COP21 : circulez, il n’y a rien à voir !

COP21 : circulez, il n’y a rien à voir !
15 novembre 2015 Dorothée Paliard

COP21 : circulez, il n’y a rien à voir !

Par Falk van Gaver. 

Moi aussi, je partage une certaine exaspération, assez commune – et en premier lieu chez les écologistes authentiques –, devant la soudaine crise d’écologite aigue qui semble affecter dans une contagion foudroyante – mais hélas sans effets – « nos » « élites »[1] politiques, médiatiques et même ecclésiastiques. Ce n’est pas tant l’amertume du vieil écologiste – depuis l’âge de raison en ce qui me concerne – devant la joyeuse kermesse des tard venus et des convertis de la dernière heure, qu’une forme de désillusion préventive devant la foire démonstrative des coming out en cours et à venir  plus indécents les uns que les autres : quand les people et les oligarques (élus ou non), fraîchement débarqués de leurs jets privés ou de leurs vols réservés, virent écolos dégoulinants, il y a vraiment du souci à se faire pour l’écologie…

La conférence climatique de Paris sera certes une grand-messe médiatique, mais pas en l’honneur de Gaïa, ou bien une Gaïa fake en carton pâte – ou en plastique recyclé labellisé et trademark – qui porterait sur les seins une guirlande de néons basse consommation clignotant « croissance verte ». Ce que l’oligarchie mondiale nous jouera et nous joue déjà, idiots utiles et faux écolos à l’appui – les incontournables « hélicologistes » Nicolas Hulot et Yann-Arthus Bertrand qui sont à l’écologie ce que sont les nains de jardin à la mythologie –, c’est le village Potemkine du « développement durable » – cette contradiction dans les termes, cet oxymore déjà obsolète avec lequel on cherche à faire passer la soupe de plus en plus amère de l’industrialisation du monde qui rime avec sa destruction.

Car ce que l’on va nous vendre lors du COP21 – un nom genre « 22 v’là les flics », choisi sans doute pour dégoûter subliminalement les populations de toute écologie réelle –, ce n’est certainement pas la décroissance (horresco referens), ce n’est pas même l’écologie, ni profonde (horresco referens bis) ni même superficielle, mais une vaste opération de greenwashing de « nos » « élites » et du système économique qui les porte  – le capitalisme mondialisé.

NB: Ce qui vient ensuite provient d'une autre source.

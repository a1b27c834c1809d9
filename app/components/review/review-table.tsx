import { type Column, DataTable } from '~/components/data-table';
import { formatPressure, gaugeKpa, type PressureUnit } from '~/units';
import { clockTime, sinceStart } from './review-time';
import type { TableLine } from './review-view';

export interface ReviewTableProps {
  lines: readonly TableLine[];
  unit: PressureUnit;
  timeZone: string;
}

/** The record as a table: the same figures as the chart, and what did not count. */
export function ReviewTable({ lines, unit, timeZone }: ReviewTableProps) {
  return (
    <div className="review-table">
      <DataTable
        caption={`Everything that was recorded. Times run from the start; the clock is that of ${zoneName(timeZone)}. Supply and tire are estimates.`}
        columns={columnsFor(unit, timeZone)}
        rows={lines}
        rowKey={({ id }) => id}
      />
    </div>
  );
}

function columnsFor(unit: PressureUnit, timeZone: string): Column<TableLine>[] {
  const figure = (kpa: number | undefined) =>
    kpa === undefined ? '–' : formatPressure(gaugeKpa(kpa), unit, { withUnit: false });
  return [
    { key: 'at', head: 'Time', figure: true, cell: ({ at }) => sinceStart(at) },
    {
      key: 'clock',
      head: 'Clock',
      figure: true,
      cell: ({ clockAt }) => clockTime(clockAt, timeZone),
    },
    { key: 'what', head: 'What happened', rowHead: true, cell: (line) => <What line={line} /> },
    {
      key: 'value',
      head: `Read, ${unit}`,
      figure: true,
      cell: ({ kpa }) => (kpa === undefined ? '' : figure(kpa)),
    },
    {
      key: 'supply',
      head: `Supply, ${unit}`,
      figure: true,
      cell: ({ supply }) => figure(supply?.p50),
    },
    { key: 'tire', head: `Tire, ${unit}`, figure: true, cell: ({ tire }) => figure(tire) },
  ];
}

const kindWords = { call: 'The screen said', reading: '', tap: '' };

function What({ line: { kind, words, fromCab, unused } }: { line: TableLine }) {
  return (
    <span data-kind={kind} data-unused={unused ? '' : undefined}>
      {kindWords[kind]} {words}
      {fromCab && <span className="quiet"> (cab)</span>}
      {unused && <em> ({unused})</em>}
    </span>
  );
}

/** "Denver": the city of a zone is what people know it by. */
const zoneName = (timeZone: string) => timeZone.split('/').at(-1)?.replaceAll('_', ' ') ?? timeZone;
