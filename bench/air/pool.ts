import { type ChildProcess, fork } from 'node:child_process';
import { fileURLToPath } from 'node:url';
import { type Job, runJob } from './job';
import type { FillOutcome } from './outcome';

export interface Result {
  job: Job;
  outcomes: FillOutcome[];
}

/** Runs all jobs, here or on that many workers; results come in the order of the jobs. */
export async function runAll(
  jobs: Job[],
  workers: number,
  progress: (done: number) => void,
): Promise<Result[]> {
  const results: (Result | undefined)[] = jobs.map(() => undefined);
  let next = 0;
  let done = 0;
  const lane = async (run: (job: Job) => Promise<FillOutcome[]>) => {
    for (let index = next++; index < jobs.length; index = next++) {
      const job = jobs[index]!;
      results[index] = { job, outcomes: await run(job) };
      progress(++done);
    }
  };
  if (workers <= 1) await lane(runJob);
  else await Promise.all(Array.from({ length: workers }, () => withWorker(lane)));
  return results.filter((result) => result !== undefined);
}

async function withWorker(
  lane: (run: (job: Job) => Promise<FillOutcome[]>) => Promise<void>,
): Promise<void> {
  // A process and not a thread: a thread does not inherit the loader that reads TypeScript.
  const worker = fork(fileURLToPath(new URL('./worker.ts', import.meta.url)), {
    execArgv: process.execArgv,
    serialization: 'advanced',
  });
  try {
    await lane((job) => ask(worker, job));
  } finally {
    worker.kill();
  }
}

function ask(worker: ChildProcess, job: Job): Promise<FillOutcome[]> {
  return new Promise((resolve, reject) => {
    const settle = (finish: () => void) => {
      worker.removeAllListeners();
      finish();
    };
    worker.once('message', (outcomes: FillOutcome[]) => settle(() => resolve(outcomes)));
    worker.once('exit', (code) => settle(() => reject(new Error(`worker ended with ${code}`))));
    worker.send(job);
  });
}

Autant vous prévenir, il ne se passera strictement rien avec ce sommet sur le climat : ensuite, tout continuera comme avant, ses participants de haut vol ayant compris depuis longtemps que le seul recyclage qui compte, c’est celui de leurs carrières – car ils ont depuis longtemps digéré la leçon du guépardisme : « Il faut que tout change pour que rien ne change. »[2] Que tout semble changer pour que rien de change réellement.

Après avoir bien fait la leçon au bon peuple qui doit, lui, « changer de mode de vie », devenir « écocitoyen » et « consomm’acteur », après avoir bien bavé sur tous les tons et la larme à l’œil leur moraline écolo-bobo culpabilisatrice et s’être autorisés quelques saillies catastrophistes et autres variations sur le thème « la-maison-brûle-et-nous-regardons-ailleurs » (en nous grattent le cul, sans doute ?), ils repartiront dans leurs jets privés et leurs vols réservés, la bonne conscience en sus – laissant la mauvaise conscience ou l’indifférence au populo qui n’en peut mais.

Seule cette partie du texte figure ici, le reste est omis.